# Gambler Choice Jumping



## Bluemoonlvr (Feb 20, 2010)

I played a game called Gamblers Choice the other day. I won the game. But could you please critique me and my horse Annie


----------



## Gillian (Aug 2, 2008)

What jumps out at me the most is that you're jumping up your horse's neck. You need to sink back over your saddle and not jump for your horse. When you do that your leg should also improve, right now it's slipped back. You're also really laying on your horse's neck. All these things are related. Wait for her to push you out of the saddle. You almost look like you're trying too hard.

You looks like a competent rider, just wait for the fence, and for your horse.
:]


----------



## horsegirlmaddy (Dec 6, 2008)

Pretty much exactly what Gillian said!  I love that your heels are down, though!!

You look like a good rider, and Annie is really cute!

What is Gambler's Choice?


----------



## Bluemoonlvr (Feb 20, 2010)

Gambler Choice is when each jump has a certain amount of points. And you have 45 secs to jump as many jumps as you can and get points. Loads of fun!!

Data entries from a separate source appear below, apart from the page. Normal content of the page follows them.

def _model_doc(session: Session, lk: _Lookups, mv: ModelVersion, cs: CalibrationSet | None,
               at: datetime | None, instrument_id: int | None, now: datetime,
               integrity: dict) -> dict:
    prop = lk.properties.get(mv.property_id)
    history = session.execute(select(ModelStateChange).where(
        ModelStateChange.model_version_id == mv.id).order_by(ModelStateChange.occurred_at,
                                                             ModelStateChange.id)).scalars().all()
    deployments = session.execute(select(Deployment).where(
        Deployment.model_version_id == mv.id).order_by(Deployment.deployed_at,
                                                       Deployment.id)).scalars().all()
    linked = {h.signature_id for h in history} | {d.signature_id for d in deployments}
    linked.discard(None)
    cond = (Signature.entity_type == "model_version") & (Signature.entity_id == mv.id)
    if linked:
        cond = or_(cond, Signature.id.in_(sorted(linked)))
    sigs = {s.id: s for s in session.execute(select(Signature).where(cond)
                                             .order_by(Signature.id)).scalars().all()}
    validations = session.execute(select(ValidationRecord).where(
        ValidationRecord.model_version_id == mv.id).order_by(ValidationRecord.id)).scalars().all()
    cs_sha = cs.sha256 if cs else None
    shas = {v.sha256 for v in validations}
    sig_docs = {sid: _signature_doc(lk, s, mv, cs_sha, shas) for sid, s in sigs.items()}
    val_sets = {v.calibration_set_id for v in validations}
    set_names = dict(session.execute(select(CalibrationSet.id, CalibrationSet.name).where(
        CalibrationSet.id.in_(sorted(val_sets)))).all()) if val_sets else {}
    events = session.execute(select(AuditEvent.id, AuditEvent.occurred_at, AuditEvent.user_name,
                                    AuditEvent.action, AuditEvent.hash).where(
        AuditEvent.entity_type == "model_version", AuditEvent.entity_id == mv.id,
        AuditEvent.action != Action.PREDICT).order_by(AuditEvent.id)).all()
    artifact_ok = artifact_hash(bytes(mv.artifact)) == mv.artifact_sha256
    integrity["artifact_hash_ok"] = artifact_ok
    val_ok = [validation_record_hash(v) == v.sha256 for v in validations]
    integrity["validation_records_hash_ok"] = all(val_ok) if val_ok else None
    if not artifact_ok:
        integrity["altered"].append(f"model_version {mv.id}")
    integrity["altered"] += [f"validation_record {v.id}" for v, ok in zip(validations, val_ok)
                             if not ok]
    sig_ok = [d["parts_match_current"] for d in sig_docs.values()
              if d["parts_match_current"] is not None]
    integrity["signatures_match_content"] = all(sig_ok) if sig_ok else None
    parent = session.execute(select(ModelVersion.label).where(
        ModelVersion.id == mv.parent_id)).scalar() if mv.parent_id else None
    rmsecv = (mv.cv or {}).get("rmsecv") or []
    return _clean({
        "id": mv.id, "label": mv.label, "property": prop.code if prop else None,
        "unit": prop.unit if prop else None, "grade": lk.grades.get(mv.grade_id),
        "family": mv.family, "state": mv.state, "author": lk.user(mv.author_id),
        "created_at": _t(mv.created_at), "parent": parent, "recipe": mv.recipe,
        "n_components": mv.n_components,
        "cv": {"method": (mv.cv or {}).get("method"), "n_folds": (mv.cv or {}).get("n_folds"),
               "selection_rule": (mv.cv or {}).get("selection_rule"),
               "rmsecv_at_selected": rmsecv[mv.n_components - 1]
               if 0 < mv.n_components <= len(rmsecv) else None,
               "n_spectra": (mv.cv or {}).get("n_spectra"),
               "n_samples": (mv.cv or {}).get("n_samples")},
        "description": DESCRIPTIONS[mv.family],
        "settings": _settings(mv) if artifact_ok else None,
        "artifact_sha256": mv.artifact_sha256, "artifact_hash_ok": artifact_ok,
        "q_limit": q_limit_of(mv.artifact, mv.artifact_sha256) if artifact_ok else None,
        "last_validated_at": _t(mv.last_validated_at),
        "state_history": [{"from": h.from_state, "to": h.to_state, "by": lk.user(h.user_id),
                           "at": _t(h.occurred_at), "reason": h.reason,
                           "signature": sig_docs.get(h.signature_id)} for h in history],
        "signatures": list(sig_docs.values()),
        "validations": [{"id": v.id, "kind": v.kind, "calibration_set": set_names.get(
            v.calibration_set_id), "passed": v.passed, "n": v.n,
            **precision_summary(v.statistics, v.criteria), "bias_t": v.bias_t, "bias_p": v.bias_p,
            "slope": v.slope, "intercept": v.intercept, "r2": v.r2,
            "reasons": v.reasons, "by": lk.user(v.user_id), "at": _t(v.created_at),
            "sha256": v.sha256, "hash_ok": ok} for v, ok in zip(validations, val_ok)],
        "deployments": [{"id": d.id, "instrument": lk.serial(d.instrument_id), "state": d.state,
                         "deployed_at": _t(d.deployed_at), "ended_at": _t(d.ended_at),
                         "by": lk.user(d.deployed_by_id),
                         "signature": sig_docs.get(d.signature_id)} for d in deployments],
        "qc_at_prediction": _qc_at(session, lk, mv, at, instrument_id) if at else None,
        "due": _due(session, mv, now),
        "audit_events": [{"seq": e.id, "at": _t(e.occurred_at), "user": e.user_name,
                          "action": e.action, "hash": e.hash} for e in events],
    })


def _settings(mv: ModelVersion) -> dict | None:
    """The family's settings and fitted figures from the (verified) artifact."""
    try:
        return load_fitted(mv.artifact, mv.artifact_sha256).summary()
    except (IntegrityError, InputError):
        return None


def _qc_at(session: Session, lk: _Lookups, mv: ModelVersion, at: datetime,
           instrument_id: int | None) -> dict:
    """QC results and revalidation triggers as they stood when the prediction was made."""
    q = select(QCResult).where(QCResult.model_version_id == mv.id, QCResult.measured_at <= at)
    if instrument_id is not None:
        q = q.where(QCResult.instrument_id == instrument_id)
    recent = session.execute(q.order_by(QCResult.measured_at.desc(), QCResult.id.desc())
                             .limit(_QC_RECENT)).scalars().all()
    triggers = session.execute(select(RevalidationTrigger).where(
        RevalidationTrigger.model_version_id == mv.id, RevalidationTrigger.raised_at <= at,
        or_(RevalidationTrigger.cleared_at == None,  # noqa: E711
            RevalidationTrigger.cleared_at > at)).order_by(RevalidationTrigger.id)).scalars().all()
    return {
        "at": _t(at), "instrument": lk.serial(instrument_id),
        "recent_results": [{"id": r.id, "instrument": lk.serial(r.instrument_id),
                            "material": r.material, "known_value": r.known_value,
                            "measured_value": r.measured_value, "measured_at": _t(r.measured_at),
                            "by": lk.user(r.user_id), "signals": r.signals or []}
                           for r in recent],
        "signal_open": any(t.kind == "qc_signal" for t in triggers),
        "open_triggers": [{"id": t.id, "kind": t.kind, "raised_at": _t(t.raised_at),
                           "cleared_at": _t(t.cleared_at), "detail": t.detail or {}}
                          for t in triggers],
    }


def _due(session: Session, mv: ModelVersion, now: datetime) -> dict:
    status = due_status_of(session, mv, now)
    interval = policy_for(session, mv).interval_days
    if status is None:
        return {"applies": False, "interval_days": interval, "due_at": None, "days_left": None,
                "overdue": None, "reasons": []}
    return {"applies": True, "interval_days": interval, "due_at": _t(status.due_at),
            "days_left": status.days_left, "overdue": status.overdue,
            "reasons": list(status.reasons)}


# --------------------------------------------------------------------------- calibration set
def _calset_doc(session: Session, lk: _Lookups, cs: CalibrationSet, integrity: dict) -> dict:
    members = session.execute(select(*_MEMBER_COLS).where(CalibrationMember.set_id == cs.id)
                              .order_by(CalibrationMember.role, CalibrationMember.sample_id)).all()
    sample_ids = [m.sample_id for m in members]
    samples = {r.id: r for r in _in_rows(
        session, lambda part: select(*_SAMPLE_COLS).where(Sample.id.in_(part)), sample_ids)}
    spectra: dict[int, list] = {}
    for sp in _in_rows(session, lambda part: select(*_SPECTRUM_COLS).where(
            Spectrum.sample_id.in_(part)).order_by(Spectrum.acquired_at, Spectrum.id), sample_ids):
        spectra.setdefault(sp.sample_id, []).append(sp)
    method_ids = lk.methods_of(cs.property_id)
    results: dict[int, list] = {}
    if method_ids:
        for r in _in_rows(session, lambda part: select(*_RESULT_COLS).where(
                _RR.sample_id.in_(part), _RR.method_id.in_(method_ids))
                .order_by(_RR.tested_at, _RR.id), sample_ids):
            results.setdefault(r.sample_id, []).append(r)
    superseded_by = {r.supersedes_id: r.id for rs in results.values() for r in rs
                     if r.supersedes_id is not None}
    selection = _selections(session, lk, cs, sample_ids, results, members)

    cs_ok = calibration_set_hash(cs, list(members)) == cs.sha256
    integrity["calibration_set_hash_ok"] = cs_ok
    if not cs_ok:
        integrity["altered"].append(f"calibration_set {cs.id}")
    member_docs = []
    result_ok: list[bool] = []
    for m in members:
        used_results = set(m.reference_result_ids or [])
        used_spectra = set(m.spectrum_ids or [])
        rdocs = [_result_doc(lk, r, superseded_by, r.id in used_results)
                 for r in results.get(m.sample_id, [])]
        for d in rdocs:
            result_ok.append(d["hash_ok"])
            if not d["hash_ok"]:
                integrity["altered"].append(f"reference_result {d['id']}")
        sample = samples.get(m.sample_id)
        member_docs.append({
            "sample": _sample_doc(lk, sample) if sample else {"id": m.sample_id},
            "role": m.role, "reference_value": m.reference_value,
            "reference_result_ids": list(m.reference_result_ids or []),
            "spectrum_ids": list(m.spectrum_ids or []),
            "spectra": [_spectrum_doc(lk, sp, sp.id in used_spectra)
                        for sp in spectra.get(m.sample_id, [])],
            "reference_results": rdocs,
            "selection": selection.get(m.sample_id)})
    _merge_ok(integrity, "reference_results_hash_ok", result_ok)
    prop = lk.properties.get(cs.property_id)
    return {"id": cs.id, "name": cs.name, "sha256": cs.sha256, "hash_ok": cs_ok,
            "property": prop.code if prop else None, "grade": lk.grades.get(cs.grade_id),
            "description": cs.description, "validation_rule": cs.validation_rule,
            "n_cal": cs.n_cal, "n_val": cs.n_val, "frozen": cs.frozen,
            "created_by": lk.user(cs.created_by_id), "created_at": _t(cs.created_at),
            "members": member_docs}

And thank you I will work on it


----------



## LoveTheSaddlebreds (Jul 9, 2009)

You are jumping ahead of her, you need to wait and DON'T go so much up on her neck! wait for her!That will help your leg, like they said before.  Next time you guys do something like this, I wanna come  So jealous!


----------



## Alwaysbehind (Jul 10, 2009)

What Gillian said.


----------



## AfterParty (Jun 4, 2010)

Gillian said:


> What jumps out at me the most is that you're jumping up your horse's neck. You need to sink back over your saddle and not jump for your horse. When you do that your leg should also improve, right now it's slipped back. You're also really laying on your horse's neck. All these things are related. Wait for her to push you out of the saddle. You almost look like you're trying too hard.
> 
> You looks like a competent rider, just wait for the fence, and for your horse.
> :]


took the words out of my mouth !


----------